In U.S. Pat. No. 5,401,615, the content thereof is incorporated herein by reference, it is disclosed an electrophotographic imaging member with improved oxidative stability which is prepared by (1) forming on a charge generating layer a first coating including charge transporting molecules, such as N,N'-diphenyl-N-N'-bis(3-methylphenyl)-(1,1'-biphenyl)-4,4'-diamine, dispersed in a solution of a first polymer binder dissolved in a first solvent, (2) drying the coating to remove the solvent to form a substantially dry charge transport layer, (3) forming on the charge transport layer a second coating including charge transporting molecules and a chemical stabilizer additive.

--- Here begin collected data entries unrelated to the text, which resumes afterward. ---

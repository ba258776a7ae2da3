#include "model/units.h"

#include <cctype>
#include <charconv>
#include <cmath>
#include <cstdint>

namespace gradeline {
namespace {

constexpr double kFoot_m = 0.3048;
constexpr double kInch_m = 0.0254;
constexpr double kUsGallon_m3 = 3.785411784e-3;
constexpr double kPsi_pa = 6894.757293168361;
constexpr double kPound_kg = 0.45359237;

struct UnitEntry {
  const char* name;  // lower case
  Dimension dimension;
  double factor;     // SI = value * factor + offset
  double offset;
  bool is_head;
};

constexpr UnitEntry kUnits[] = {
    // Lengths. A length unit also stands for a diameter, a roughness or a pressure head.
    {"m", Dimension::kLength, 1.0, 0.0, false},
    {"km", Dimension::kLength, 1000.0, 0.0, false},
    {"cm", Dimension::kLength, 0.01, 0.0, false},
    {"mm", Dimension::kLength, 0.001, 0.0, false},
    {"ft", Dimension::kLength, kFoot_m, 0.0, false},
    {"in", Dimension::kLength, kInch_m, 0.0, false},
    {"yd", Dimension::kLength, 3 * kFoot_m, 0.0, false},
    {"mi", Dimension::kLength, 1609.344, 0.0, false},
    // Flows.
    {"m3/s", Dimension::kFlow, 1.0, 0.0, false},
    {"cms", Dimension::kFlow, 1.0, 0.0, false},
    {"m3/h", Dimension::kFlow, 1.0 / 3600.0, 0.0, false},
    {"m3/d", Dimension::kFlow, 1.0 / 86400.0, 0.0, false},
    {"l/s", Dimension::kFlow, 1e-3, 0.0, false},
    {"lps", Dimension::kFlow, 1e-3, 0.0, false},
    {"l/min", Dimension::kFlow, 1e-3 / 60.0, 0.0, false},
    {"lpm", Dimension::kFlow, 1e-3 / 60.0, 0.0, false},
    {"ml/d", Dimension::kFlow, 1e3 / 86400.0, 0.0, false},  // megalitres: no millilitres here
    {"mld", Dimension::kFlow, 1e3 / 86400.0, 0.0, false},
    {"gpm", Dimension::kFlow, kUsGallon_m3 / 60.0, 0.0, false},
    {"mgd", Dimension::kFlow, 1e6 * kUsGallon_m3 / 86400.0, 0.0, false},
    {"cfs", Dimension::kFlow, kFoot_m * kFoot_m * kFoot_m, 0.0, false},
    {"ft3/s", Dimension::kFlow, kFoot_m * kFoot_m * kFoot_m, 0.0, false},
    // Pressures.
    {"pa", Dimension::kPressure, 1.0, 0.0, false},
    {"kpa", Dimension::kPressure, 1e3, 0.0, false},
    {"mpa", Dimension::kPressure, 1e6, 0.0, false},
    {"bar", Dimension::kPressure, 1e5, 0.0, false},
    {"psi", Dimension::kPressure, kPsi_pa, 0.0, false},
    // Temperatures, stored in C.
    {"c", Dimension::kTemperature, 1.0, 0.0, false},
    {"degc", Dimension::kTemperature, 1.0, 0.0, false},
    {"f", Dimension::kTemperature, 5.0 / 9.0, -32.0 * 5.0 / 9.0, false},
    {"degf", Dimension::kTemperature, 5.0 / 9.0, -32.0 * 5.0 / 9.0, false},
    {"k", Dimension::kTemperature, 1.0, -273.15, false},
    // Kinematic viscosities.
    {"m2/s", Dimension::kViscosity, 1.0, 0.0, false},
    {"mm2/s", Dimension::kViscosity, 1e-6, 0.0, false},
    {"cst", Dimension::kViscosity, 1e-6, 0.0, false},
    {"ft2/s", Dimension::kViscosity, kFoot_m * kFoot_m, 0.0, false},
    // Densities.
    {"kg/m3", Dimension::kDensity, 1.0, 0.0, false},
    {"g/cm3", Dimension::kDensity, 1000.0, 0.0, false},
    {"lb/ft3", Dimension::kDensity, kPound_kg / (kFoot_m * kFoot_m * kFoot_m), 0.0, false},
    // Velocities.
    {"m/s", Dimension::kVelocity, 1.0, 0.0, false},
    {"ft/s", Dimension::kVelocity, kFoot_m, 0.0, false},
    {"fps", Dimension::kVelocity, kFoot_m, 0.0, false},
};

// The dimension whose units a value of `d` is written in.
Dimension unit_family(Dimension d) {
  switch (d) {
    case Dimension::kDiameter:
    case Dimension::kRoughness:
      return Dimension::kLength;
    default:
      return d;
  }
}

const char* default_unit(Dimension d, UnitSystem s) {
  const bool si = s == UnitSystem::kSI;
  switch (d) {
    case Dimension::kLength: return si ? "m" : "ft";
    case Dimension::kDiameter:
    case Dimension::kRoughness: return si ? "mm" : "in";
    case Dimension::kFlow: return si ? "l/s" : "gpm";
    case Dimension::kPressure: return si ? "kpa" : "psi";
    case Dimension::kTemperature: return si ? "c" : "f";
    case Dimension::kViscosity: return si ? "m2/s" : "ft2/s";
    case Dimension::kDensity: return si ? "kg/m3" : "lb/ft3";
    case Dimension::kVelocity: return si ? "m/s" : "ft/s";
    case Dimension::kDimensionless: return "";
  }
  return "";
}

bool equal_ignoring_case(std::string_view a, const char* lower) {
  std::size_t i = 0;
  for (; i < a.size(); ++i) {
    const char c = a[i] >= 'A' && a[i] <= 'Z' ? static_cast<char>(a[i] - 'A' + 'a') : a[i];
    if (lower[i] == '\0' || c != lower[i]) {
      return false;
    }
  }
  return lower[i] == '\0';
}

const UnitEntry* find_unit(std::string_view name) {
  for (const UnitEntry& u : kUnits) {
    if (equal_ignoring_case(name, u.name)) return &u;
  }
  return nullptr;
}

bool is_digit(char c) { return static_cast<unsigned char>(c) - unsigned{'0'} < 10; }

// Length of the leading decimal number: [+-]digits[.digits][(e|E)[+-]digits].
std::size_t scan_number(std::string_view s) {
  std::size_t i = 0;
  if (i < s.size() && (s[i] == '+' || s[i] == '-')) ++i;
  std::size_t digits = 0;
  while (i < s.size() && is_digit(s[i])) ++i, ++digits;
  if (i < s.size() && s[i] == '.') {
    ++i;
    while (i < s.size() && is_digit(s[i])) ++i, ++digits;
  }
  if (digits == 0) return 0;
  if (i < s.size() && (s[i] == 'e' || s[i] == 'E')) {
    std::size_t j = i + 1;
    if (j < s.size() && (s[j] == '+' || s[j] == '-')) ++j;
    std::size_t exp_digits = 0;
    while (j < s.size() && is_digit(s[j])) ++j, ++exp_digits;
    if (exp_digits > 0) i = j;
  }
  return i;
}

// A decimal with no exponent, [-]digits[.digits], whose digits make an integer m below 2^53
// and with at most 22 after the point, is m / 10^k with both exactly representable: one IEEE
// division, correctly rounded, gives the double nearest the decimal, which is what
// std::from_chars gives (Clinger 1990, "How to read floating point numbers accurately",
// PLDI). Most values in network files are such; anything else goes to from_chars.
bool convert_short_decimal(std::string_view d, double* value) {
  static constexpr double kPowers[] = {1e0,  1e1,  1e2,  1e3,  1e4,  1e5,  1e6,  1e7,
                                       1e8,  1e9,  1e10, 1e11, 1e12, 1e13, 1e14, 1e15,
                                       1e16, 1e17, 1e18, 1e19, 1e20, 1e21, 1e22};
  constexpr std::uint64_t kExact = std::uint64_t{1} << 53;
  std::size_t i = 0;
  const bool negative = !d.empty() && d[0] == '-';
  i += negative;
  std::uint64_t m = 0;
  std::size_t digits = 0, after_point = 0;
  bool point = false;
  for (; i < d.size(); ++i) {
    const unsigned digit = static_cast<unsigned char>(d[i]) - unsigned{'0'};
    if (digit < 10) {
      if (++digits > 16) return false;  // m might pass 2^53
      m = m * 10 + digit;
      after_point += point;
    } else if (d[i] == '.' && !point) {
      point = true;
    } else {
      return false;  // an exponent
    }
  }
  if (digits == 0 || m >= kExact || after_point > 22) return false;
  const double magnitude = static_cast<double>(m) / kPowers[after_point];
  *value = negative ? -magnitude : magnitude;
  return true;
}

bool convert(std::string_view digits, double* value) {
  std::string_view d = digits;
  if (!d.empty() && d[0] == '+') d.remove_prefix(1);
  if (convert_short_decimal(d, value)) return true;
  auto [ptr, ec] = std::from_chars(d.data(), d.data() + d.size(), *value);
  return ec == std::errc() && ptr == d.data() + d.size() && std::isfinite(*value);
}

std::string join_names(Dimension d) {
  std::string out;
  for (const std::string& n : unit_names(d)) {
    if (!out.empty()) out += ", ";
    out += n;
  }
  return out;
}

}  // namespace

const char* dimension_name(Dimension d) {
  switch (d) {
    case Dimension::kLength: return "a length";
    case Dimension::kDiameter: return "a diameter";
    case Dimension::kRoughness: return "a roughness";
    case Dimension::kFlow: return "a flow";
    case Dimension::kPressure: return "a pressure";
    case Dimension::kTemperature: return "a temperature";
    case Dimension::kViscosity: return "a kinematic viscosity";
    case Dimension::kDensity: return "a density";
    case Dimension::kVelocity: return "a velocity";
    case Dimension::kDimensionless: return "a plain number";
  }
  return "a value";
}

bool parse_number(std::string_view text, double* value) {
  std::size_t n = scan_number(text);
  return n > 0 && n == text.size() && convert(text, value);
}

std::vector<std::string> unit_names(Dimension d) {
  std::vector<std::string> out;
  const Dimension family = unit_family(d);
  for (const UnitEntry& u : kUnits) {
    if (u.dimension == family || (d == Dimension::kPressure && u.dimension == Dimension::kLength &&
                                  (std::string_view(u.name) == "m" ||
                                   std::string_view(u.name) == "ft"))) {
      out.emplace_back(u.name);
    }
  }
  return out;
}

UnitParse parse_quantity(std::string_view text, Dimension dimension, UnitSystem system) {
  UnitParse result;
  const std::size_t n = scan_number(text);
  double number = 0.0;
  if (n == 0) {
    result.error = "'" + std::string(text) + "' is not a number";
    return result;
  }
  if (!convert(text.substr(0, n), &number)) {
    result.error = "'" + std::string(text) + "' is not a finite number";
    return result;
  }
  std::string_view unit = text.substr(n);
  if (dimension == Dimension::kDimensionless) {
    if (!unit.empty()) {
      result.error = "'" + std::string(text) + "' takes no unit";
      return result;
    }
    result.ok = true;
    result.quantity.value = number;
    return result;
  }
  if (unit.empty()) unit = default_unit(dimension, system);
  const UnitEntry* entry = find_unit(unit);
  const Dimension family = unit_family(dimension);
  bool fits = entry != nullptr && entry->dimension == family;
  bool head = false;
  if (entry != nullptr && dimension == Dimension::kPressure &&
      entry->dimension == Dimension::kLength) {
    fits = true;  // "30m": a pressure given as a head of the fluid
    head = true;
  }
  if (!fits) {
    result.error = "bad unit '" + std::string(unit) + "' in '" + std::string(text) +
                   "': expected " + dimension_name(dimension) + " (" + join_names(dimension) + ")";
    return result;
  }
  result.ok = true;
  result.quantity.value = number * entry->factor + entry->offset;
  result.quantity.is_head = head;
  return result;
}

DisplayUnit display_flow(UnitSystem s) {
  return s == UnitSystem::kSI ? DisplayUnit{"L/s", 1e3} : DisplayUnit{"gpm", 60.0 / kUsGallon_m3};
}
DisplayUnit display_length(UnitSystem s) {
  return s == UnitSystem::kSI ? DisplayUnit{"m", 1.0} : DisplayUnit{"ft", 1.0 / kFoot_m};
}
DisplayUnit display_diameter(UnitSystem s) {
  return s == UnitSystem::kSI ? DisplayUnit{"mm", 1e3} : DisplayUnit{"in", 1.0 / kInch_m};
}
DisplayUnit display_pressure(UnitSystem s) {
  return s == UnitSystem::kSI ? DisplayUnit{"kPa", 1e-3} : DisplayUnit{"psi", 1.0 / kPsi_pa};
}
DisplayUnit display_velocity(UnitSystem s) {
  return s == UnitSystem::kSI ? DisplayUnit{"m/s", 1.0} : DisplayUnit{"ft/s", 1.0 / kFoot_m};
}

}  // namespace gradeline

The chemical stabilizer additive is selected from the group consisting of nitrone, isobenzofuran, hydroxyaromatic compound.

In U.S. Pat. No. 5,391,449, the content thereof is incorporated herein by reference, it is disclosed an electrophotographic photosensitive member with improved abrasion resistence which formed by disposing a photosensitive layer and a protective layer in this order on an electroconductive support. The protective layer is formed from a resin obtained by polymerization of a curable acrylic monomer having at least three acrylic groups, i.e., acryloyl and/or methacryloyl groups. The protective layer disclosed in the '449 patent must also contain about 30 wt % of electroconductive particles, including electroconductive SnO.sub.2 particles having a particle size less than about 500 .ANG.. One of the shortcomings of the '449 invention is that the SnO.sub.2 particles may aggregate with time, thus, adversely affecting the effectiveness of the protective layer.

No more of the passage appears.